- Exercise aim -
Wherever the string "time" appears in the listing, copy that line.

■ ■ ■ ■ ■

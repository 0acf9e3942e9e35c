/**
 * Names of our own in the netlist (README, engine: netlist format): the piecewise-linear wave is
 * { "shape": "piecewise" }, and files written with its earlier name "pwl" still read, upgraded on parse; ground is
 * "gnd", and "0" still reads as ground.
 */
import { describe, expect, it } from "vitest";
import { readFileSync } from "node:fs";
import { parseNetlist, simulate, type Netlist } from "@/lib/sim";

const pts: [number, number][] = [[0, 0], [1e-4, 0], [2e-4, 1], [5e-4, 1]];
const rc = (shape: "piecewise" | "pwl", ground: string): Netlist => ({
  elements: [
    { kind: "vsource", name: "command", nodes: ["in", ground], wave: { shape, points: pts } },
    { kind: "resistor", name: "series", nodes: ["in", "out"], value: 1e3 },
    { kind: "capacitor", name: "hold", nodes: ["out", ground], value: 1e-8 },
  ],
  analysis: { kind: "tran", tStop: 1e-3, tStep: 1e-5 },
});

describe("netlist names", () => {
  it('a "pwl" wave is parsed as "piecewise", with the same points', () => {
    const el = parseNetlist(rc("pwl", "gnd")).elements[0];
    expect(el.kind === "vsource" && el.wave).toEqual({ shape: "piecewise", points: pts });
  });
  it('"pwl" and "piecewise", ground "0" and "gnd": the same transient, sample for sample', () => {
    const a = simulate(rc("piecewise", "gnd"));
    const b = simulate(rc("pwl", "0"));
    if (a.kind !== "tran" || b.kind !== "tran") throw new Error("expected transients");
    expect(Array.from(b.time)).toEqual(Array.from(a.time));
    expect(Array.from(b.nodes.out)).toEqual(Array.from(a.nodes.out));
    // the piecewise corner at 0.2 ms is an exact time point at the wave's value 1 V (README: corners are time points)
    expect(a.nodes.in[Array.from(a.time).indexOf(2e-4)]).toBe(1);
  });
  it("the example netlist writes ground as gnd", () => {
    const text = readFileSync("lib/sim/examples/reference-sink.json", "utf8");
    expect(text).not.toMatch(/"0"/);
    expect(parseNetlist(JSON.parse(text)).elements.some((e) => e.nodes.includes("gnd"))).toBe(true);
  });
});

■ ■ ■ ■ ■

- Task output -
    expect(Array.from(b.time)).toEqual(Array.from(a.time));
    // the piecewise corner at 0.2 ms is an exact time point at the wave's value 1 V (README: corners are time points)
    expect(a.nodes.in[Array.from(a.time).indexOf(2e-4)]).toBe(1);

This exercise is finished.